Chloronia gloriosoi

Scientific classification
- Kingdom: Animalia
- Phylum: Arthropoda
- Clade: Pancrustacea
- Class: Insecta
- Order: Megaloptera
- Family: Corydalidae
- Genus: Chloronia
- Species: C. gloriosoi
- Binomial name: Chloronia gloriosoi Penny & Flint, 1982

= Chloronia gloriosoi =

- Authority: Penny & Flint, 1982

Species of dobsonfly

Chloronia gloriosoi is a species of dobsonfly found in Colombia, Costa Rica, Nicaragua, and Panama.

== Description ==
This species is most similar to C. mexicana, which is likely the closest relative. They both have three sets of spinous setae on the ninth and tenth tergite and also the bilobate ninth sternites.

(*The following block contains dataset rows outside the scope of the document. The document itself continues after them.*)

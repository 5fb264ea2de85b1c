// The scrubber benchmark of docs/performance.md: one column solve through the unit interface at 5,
// 10, 20 and 40 stages (a vent gas of HCl and water vapour in a CO2 carrier, on dilute caustic), to
// show the cost growing linearly with the stage count. `scrubber_column` solves from a cold start:
// each solve a fresh instance (created outside the timing), so the column starts from its own
// starting profile and every speciation from the engine's cold guess. `scrubber_column_warm` solves
// one instance again and again with the HCl load moving by 1 % between solves, as a recycle's
// passes do: the column then starts from its previous answer. Measures only; nothing here asserts
// on time.
#include <benchmark/benchmark.h>

#include <protonflow/unit_host.hpp>

#include <vector>

namespace host = protonflow::unit_host;

namespace {

const host::Slate slate{{"H2O", "CO2", "HCl", "NaOH"}, {}};

host::StreamState stream(double temperature) {
  host::StreamState state = host::empty_stream(slate);
  state.temperature = temperature;
  state.pressure = 101325.0;
  return state;
}

host::Instance make_column(const host::Module& module, double stages) {
  return module.create("scrubber", std::vector<host::ParameterValue>{{"stages", stages}, {"efficiency", 0.7}}, slate);
}

std::vector<host::StreamState> feeds(double hcl) {
  host::StreamState gas = stream(303.15);
  gas.flows[PFU_GAS_ROW * 4 + 0] = 0.02;   // H2O
  gas.flows[PFU_GAS_ROW * 4 + 1] = 1.0;    // CO2
  gas.flows[PFU_GAS_ROW * 4 + 2] = hcl;    // HCl
  host::StreamState liquor = stream(291.15);
  liquor.flows[PFU_AQUEOUS_ROW * 4 + 0] = 55.5;  // H2O, about 1 kg/s
  liquor.flows[PFU_AQUEOUS_ROW * 4 + 3] = 0.05;  // NaOH
  return {gas, liquor, stream(291.15)};  // no reagent_in
}

// The column's Newton iterations, found by name among the class's declared results.
double newton_iterations(const host::Instance& unit, const host::Solution& solution) {
  const auto& results = unit.unit_class().results;
  for (std::size_t r = 0; r < results.size(); ++r)
    if (results[r].name == "newton_iterations") return solution.results[r];
  return 0.0;
}

const host::Module& scrubber_module() {
  static const host::Module module(SCRUBBER_MODULE);
  return module;
}

void scrubber_column(benchmark::State& state) {
  const double stages = static_cast<double>(state.range(0));
  const std::vector<host::StreamState> inlets = feeds(1e-3);
  std::vector<host::StreamState> outlets(2);
  double iterations = 0.0;
  for (auto _ : state) {
    state.PauseTiming();
    auto unit = make_column(scrubber_module(), stages);
    state.ResumeTiming();
    const host::Solution solution = unit.solve(inlets, outlets);
    iterations = newton_iterations(unit, solution);
    benchmark::DoNotOptimize(outlets);
    state.PauseTiming();  // the instance is destroyed outside the timing too
    { auto finished = std::move(unit); }
    state.ResumeTiming();
  }
  state.counters["newton_iterations"] = iterations;
}

void scrubber_column_warm(benchmark::State& state) {
  const double stages = static_cast<double>(state.range(0));
  auto unit = make_column(scrubber_module(), stages);
  const std::vector<host::StreamState> low = feeds(1e-3), high = feeds(1.01e-3);
  std::vector<host::StreamState> outlets(2);
  unit.solve(low, outlets);
  double iterations = 0.0;
  bool next_high = true;
  for (auto _ : state) {
    const host::Solution solution = unit.solve(next_high ? high : low, outlets);
    next_high = !next_high;
    iterations = newton_iterations(unit, solution);
    benchmark::DoNotOptimize(outlets);
  }
  state.counters["newton_iterations"] = iterations;
}

}  // namespace

BENCHMARK(scrubber_column)->Arg(5)->Arg(10)->Arg(20)->Arg(40)->Unit(benchmark::kMillisecond);
BENCHMARK(scrubber_column_warm)->Arg(5)->Arg(10)->Arg(20)->Arg(40)->Unit(benchmark::kMillisecond);
BENCHMARK_MAIN();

It is also quite similar to C. mirifica because of the simple and elongate 10th tergites. The The length of the forewing in the male is 39–45 mm and 42–44 mm in the female. It does not seem to vary much in color or size.

== Biology ==
It was originally found in Fortuna in northern Panama, which is a wet forested place located 1050 m a.s.l. on the western slope of the Cordillera Central, a part of the Andes Mountains. Fortuna is usually not particularly seasonal, but despite this, the adults of Chloronia gloriosoi are only found from April to July.

== Etymology ==
The specific epithet is a tribute to Mr. Michael J. Glorioso whom the authors described as "a most promising student of Megaloptera". He died suddenly in 1980, two years prior to the description of this species.